In 2014, Maryland Lt. Gov. Anthony Brown was the precursor to Hillary Clinton. A black family man and military combat veteran, how could he possibly lose? the Democrats thought.
But the Dems fumbled with the anointed one, and Republican Larry Hogan snatched the governorship, not by capturing traditional blue strongholds like Baltimore city and Montgomery and Prince George’s counties, but by focusing on voters in Western Maryland, Anne Arundel County and the Eastern Shore, places where Democrats tread lightly.
To his party’s credit, Mr. Brown got back in line and now is comfortably seated in Congress, where he can help toe the anti-Trump, anti-Republican and anti-conservative party lines.
Still, there is a wedge issue that should be rearing its head any moment — and it’s name is Veterans Affairs.
See, on the basketball court, Barack Obama was better going to his left than his right, and so it was in politics. When he was in the Senate and the White House, he was keenly aware that the military and veterans affairs were Republican and conservative things.

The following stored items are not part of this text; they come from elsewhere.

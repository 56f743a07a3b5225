"""Serve the dashboard with waitress, behind a small guard.

What the guard promises
-----------------------
* **Host check** (against DNS rebinding): a request whose ``Host`` header is
  not the bound address or name, with the port, is refused with 421. For a
  loopback bind, ``localhost``, ``127.0.0.1`` and ``[::1]`` are accepted too.
  For a wildcard bind (``0.0.0.0`` or ``::``) the machine's own host names and
  addresses are accepted; more names can be allowed with ``allowed_hosts``.
* **Access token** (the dashboard has no login): when the server is reachable
  from other machines, a random token (``secrets.token_urlsafe``) is required
  by default. It is printed once, in the start-up URL ``http://HOST:PORT/?token=...``.
  The first request that carries it gets an HttpOnly, SameSite=Strict cookie
  and a redirect to the same page without the token in the address; every
  other request needs the cookie, or gets 403. Tokens are compared with
  ``hmac.compare_digest``.
* **Response headers**: ``X-Content-Type-Options: nosniff``,
  ``X-Frame-Options: DENY``, ``Referrer-Policy: no-referrer`` and a
  ``frame-ancestors 'none'`` content security policy are added to every answer.
* **Request size**: waitress refuses request bodies above the upload limit
  (times 4/3 for base64, plus 1 MiB for the rest of the JSON).
* **Browser sessions**: a request without a valid session cookie gets a random
  one (``secrets.token_urlsafe``; HttpOnly, SameSite=Strict). A callback request is
  answered with its session bound (``app.session``), so the dataset store shows
  each browser only the datasets it uploaded, plus the shared start-up sample.
  A top-level navigation from another site (which does not carry SameSite=Strict
  cookies) is not given a new cookie, so it does not replace the browser's session.
* **Callback requests** are screened before Dash reads them (``app.edge``): too deeply
  nested bodies and values of the wrong type get 400, and dataset ids another
  session owns are treated as unknown.

No route here serves files. Dash serves its own scripts from installed
packages (checked against the packages it registered) and ``/assets/`` from
the dashboard's package folder through Flask's ``send_from_directory``, which
refuses paths that leave that folder; ``tests/test_server.py`` checks both.

``serve()`` blocks until interrupted; ``make_server()`` returns a server that a
test can run in a thread and stop.
"""

from __future__ import annotations

import hmac
import ipaddress
import secrets
import socket
import sys
import threading
from dataclasses import dataclass, field
from http.cookies import CookieError, SimpleCookie
from typing import Any, Callable, Iterable
from urllib.parse import parse_qsl, quote, urlencode

from . import edge, session

__all__ = [
    "DEFAULT_UPLOAD_LIMIT_BYTES",
    "RunningServer",
    "build_wsgi",
    "is_loopback",
    "make_server",
    "resolve_token",
    "serve",
    "startup_warnings",
]

DEFAULT_UPLOAD_LIMIT_BYTES = 128 * 1024 * 1024
DEFAULT_THREADS = 8
# waitress accepts 100 open connections by default; a browser tab keeps up to 6, so 100 is about 16 tabs.
# Past the limit new connections wait unanswered. 512 stays well under the usual 1024 open-file limit.
DEFAULT_CONNECTION_LIMIT = 512
_LOOPBACK_NAMES = ("localhost", "127.0.0.1", "[::1]")
_SECURITY_HEADERS = (
    ("X-Content-Type-Options", "nosniff"),
    ("X-Frame-Options", "DENY"),
    ("Referrer-Policy", "no-referrer"),
    ("Content-Security-Policy", "frame-ancestors 'none'"),
)

WSGIApp = Callable[[dict, Callable], Iterable[bytes]]


def is_loopback(host: str) -> bool:
    """True for ``localhost`` and loopback addresses (127.0.0.0/8, ::1)."""
    h = host.strip("[]").lower()
    if h == "localhost":
        return True
    try:
        return ipaddress.ip_address(h).is_loopback
    except ValueError:
        return False


def _is_wildcard(host: str) -> bool:
    return host.strip("[]") in ("0.0.0.0", "::", "")


def _host_label(host: str) -> str:
    """``host`` as it appears in a Host header: IPv6 literals in brackets, lower case."""
    h = host.strip("[]").lower()
    try:
        if ipaddress.ip_address(h).version == 6:
            return f"[{h}]"
    except ValueError:
        pass
    return h


def _machine_names() -> set[str]:
    """Names and addresses other machines may use to reach this one (for wildcard binds)."""
    names: set[str] = set()
    for n in {socket.gethostname(), socket.getfqdn()}:
        if not n:
            continue
        names.add(n.lower())
        try:
            for info in socket.getaddrinfo(n, None):
                names.add(_host_label(info[4][0]))
        except OSError:
            pass
    return names


def allowed_host_headers(host: str, port: int, extra: Iterable[str] = ()) -> frozenset[str]:
    """Every Host header value the guard accepts for a server bound to ``host``:``port``."""
    labels: set[str] = set()
    if is_loopback(host):
        labels.update(_LOOPBACK_NAMES)
        labels.add(_host_label(host))
    elif _is_wildcard(host):
        labels.update(_LOOPBACK_NAMES)
        labels.update(_machine_names())
    else:
        labels.add(_host_label(host))
    labels.update(_host_label(e) for e in extra)
    values = {f"{label}:{port}" for label in labels}
    if port == 80:  # browsers leave the default port out
        values.update(labels)
    return frozenset(values)


@dataclass
class _Guard:
    """WSGI middleware: Host check, access token, security headers."""

    app: WSGIApp
    allowed_hosts: frozenset[str]
    token: str | None
    cookie_name: str
    session_cookie: str = "degreescope_session"
    refused: dict[str, int] = field(default_factory=lambda: {"host": 0, "token": 0})

    def __call__(self, environ: dict, start_response: Callable) -> Iterable[bytes]:
        host = environ.get("HTTP_HOST", "").strip().lower()
        if host not in self.allowed_hosts:
            self.refused["host"] += 1
            return _plain(start_response, "421 Misdirected Request", "This server does not answer to that host name.\n")
        path = environ.get("PATH_INFO", "")
        if _suspicious_path(path):
            return _plain(start_response, "404 Not Found", "Not found.\n")
        if self.token is not None:
            query = environ.get("QUERY_STRING", "")
            pairs = parse_qsl(query, keep_blank_values=True)
            offered = [v for k, v in pairs if k == "token"]
            if offered and self._matches(offered[-1]):
                rest = urlencode([(k, v) for k, v in pairs if k != "token"])
                location = quote(environ.get("SCRIPT_NAME", "") + environ.get("PATH_INFO", "/")) + (
                    "?" + rest if rest else ""
                )
                cookie = f"{self.cookie_name}={self.token}; Path=/; HttpOnly; SameSite=Strict"
                return _plain(
                    start_response,
                    "303 See Other",
                    "Signed in; continue to the dashboard.\n",
                    [("Location", location or "/"), ("Set-Cookie", cookie), ("Cache-Control", "no-store")],
                )
            if not self._matches(self._cookie(environ, self.cookie_name)):
                self.refused["token"] += 1
                return _plain(
                    start_response,
                    "403 Forbidden",
                    "Open the address with ?token=... that the server printed when it started.\n",
                )

        sid = self._cookie(environ, self.session_cookie)
        new_cookie = None
        if not session.is_session_id(sid):
            sid = session.new_session_id()
            if environ.get("HTTP_SEC_FETCH_SITE", "").lower() != "cross-site":
                new_cookie = f"{self.session_cookie}={sid}; Path=/; HttpOnly; SameSite=Strict"

        def start_with_headers(status, headers, exc_info=None):
            present = {k.lower() for k, _ in headers}
            headers = list(headers) + [(k, v) for k, v in _SECURITY_HEADERS if k.lower() not in present]
            if new_cookie:
                headers.append(("Set-Cookie", new_cookie))
            return start_response(status, headers, exc_info) if exc_info else start_response(status, headers)

        if environ.get("REQUEST_METHOD") == "POST" and path.endswith(edge.CALLBACK_ROUTE):
            with session.bound(sid):
                return self.app(environ, start_with_headers)
        return self.app(environ, start_with_headers)

    def _matches(self, candidate: str | None) -> bool:
        if not candidate or self.token is None:
            return False
        return hmac.compare_digest(candidate.encode("utf-8", "surrogateescape"), self.token.encode("utf-8"))

    @staticmethod
    def _cookie(environ: dict, name: str) -> str | None:
        raw = environ.get("HTTP_COOKIE")
        if not raw:
            return None
        jar = SimpleCookie()
        try:
            jar.load(raw)
        except CookieError:
            return None
        morsel = jar.get(name)
        return morsel.value if morsel is not None else None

Team Obama, however, didn’t understand as much.
In 2009, while Mrs. Clinton was serving as Mr. Obama’s secretary of state, Mr. Brown was serving as co-chairman of the Obama-Biden transition team’s Veterans Affairs Agency Review. The legislation the review panel generated, the Veterans Health Care Budget Reform and Transparency Act, was intended to “ensur[e] that the VA can more effectively plan for the future and our veterans will have the sources of care and support they have earned,” then-House Speaker Nancy Pelosi said.
Then something terrible began to happen, as our veterans began returning home from various battlefields our VA health itself became embattled, unable, ahem, to deliver “the sources of care and support they have earned.”

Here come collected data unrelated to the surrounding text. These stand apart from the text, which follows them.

/**
 * The main process's file access (the `files` dependency of the IPC handlers, the recent list
 * and the recovery copy), on the shared routines of app/node/files.ts:
 * - reads go through `readTextFile`: regular files only (a FIFO, a device or a link to one is
 *   refused on the opened descriptor, without blocking), at most MAX_FILE_CHARS bytes (the IPC
 *   limit), strict UTF-8, timed out;
 * - `realpath` resolves every symbolic link (the handlers confine reads by real paths);
 * - saves are atomic with a backup; a save of a plan or an export passes the output guard first
 *   with the desktop rules (the save dialog has asked "replace?", so only Waymark plan and
 *   system files, newer versions, folders and devices are protected).
 * Plain functions over Node's file system, no Electron: tests run them on real files.
 */
import * as fsp from 'node:fs/promises';
import { basename } from 'node:path';
import { decodeUtf8 } from '../../core/io/index.ts';
import { atomicWriteFile, readRegularFile, writeOutput, type OutputKind } from '../node/files.ts';
import { MAX_FILE_CHARS } from '../preload/api.ts';
import type { HandlerDeps } from './ipcHandlers.ts';

export type DiskFiles = HandlerDeps['files'] & { remove(path: string): Promise<void> };

export function createDiskFiles(): DiskFiles {
  return {
    // Strict UTF-8: a file that is not is refused with its name and the offset of its first bad byte.
    readText: async (path) => decodeUtf8(await readRegularFile(path, { maxBytes: MAX_FILE_CHARS }), basename(path)),
    realpath: (path) => fsp.realpath(path),
    writeAtomic: (path: string, text: string | Uint8Array, kind?: OutputKind) =>
      kind === undefined
        ? atomicWriteFile(path, text)
        : writeOutput({ flag: kind === 'plan' ? 'Save' : 'Export', path, kind }, text, { unidentified: 'replace' }),
    remove: (path) => fsp.rm(path, { force: true }),
  };
}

Mr. Hogan, meanwhile, is nonoffensive. You can no more peg him a right-winger than a lefty. He has even made sure you’re unable to slap a Trump sticker on his lapel or put a megaphone in his lap labeled “Make America Great Again.”

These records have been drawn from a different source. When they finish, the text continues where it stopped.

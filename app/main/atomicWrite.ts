/**
 * Atomic text-file save: write a temporary file beside the target, flush it to disk, keep the
 * previous version as `<file>.bak`, then rename the temporary file over the target (a rename
 * within one directory is atomic on POSIX file systems and on NTFS), and flush the directory.
 * A crash at any point leaves either the old file or the new one, never a torn one.
 */
import * as nodeFs from 'node:fs/promises';
import { basename, dirname, join } from 'node:path';

/** The part of node:fs/promises the save uses (injectable for tests). */
export interface AtomicFs {
  open: typeof nodeFs.open;
  rename: typeof nodeFs.rename;
  copyFile: typeof nodeFs.copyFile;
  unlink: typeof nodeFs.unlink;
  access: typeof nodeFs.access;
}

/** Suffix of the backup of the previous version. */
export const BACKUP_SUFFIX = '.bak';

export async function atomicWriteFile(path: string, text: string, fs: AtomicFs = nodeFs): Promise<void> {
  const dir = dirname(path);
  const tmp = join(dir, `.${basename(path)}.${process.pid}.${Date.now().toString(36)}${Math.random().toString(36).slice(2, 8)}.tmp`);
  const fh = await fs.open(tmp, 'wx', 0o644);
  try {
    try {
      await fh.writeFile(text, 'utf8');
      await fh.sync();
    } finally {
      await fh.close();
    }
    let existed = true;
    try {
      await fs.access(path);
    } catch {
      existed = false;
    }
    if (existed) await fs.copyFile(path, path + BACKUP_SUFFIX);
    await fs.rename(tmp, path);
  } catch (err) {
    await fs.unlink(tmp).catch(() => undefined);
    throw err;
  }
  // Flush the directory entry so the rename itself survives a power cut (POSIX; best effort elsewhere).
  try {
    const d = await fs.open(dir, 'r');
    try {
      await d.sync();
    } finally {
      await d.close();
    }
  } catch {
    /* directories cannot be opened for sync on some platforms (Windows) */
  }
}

What’s also important is that Mr. Hogan has hitched his Republican wagon onto such issues as veterans affairs, opioid abuse, tax relief, protecting victims of sex trafficking and school choice (in a state that has 14,000 families on charter school waiting lists). Mr. Hogan also has a 65 percent job approval rating.
No doubt, though, a Hogan re-election campaign will have its detractors. There are at least eight Democrats itching to take him on next year, including the tech guy, Alec Ross; Congressman John K. Delaney; Prince George’s County Executive Rushern Baker III; Baltimore County Executive Kevin Kamenetz; state Sen. Richard S. Madaleno Jr.; attorney James Shea; former NAACP chief Ben Jealous; and Maryland’s king of the dandelions, Doug Gansler, the former Maryland attorney general who lost the gubernatorial primary race in 2014 to Mr. Brown.
That not one woman has signed up to run is quite telling, don’t you think?
As you might expect, all of those wannabes are part of the big tent that allows anybody in as long as they are not tagged GOP.
Where the Dems will draw the battle for 2018 is unclear. Name recognition, geography and good old-fashioned fundraising have yet to grab headlines (and you know they eventually will).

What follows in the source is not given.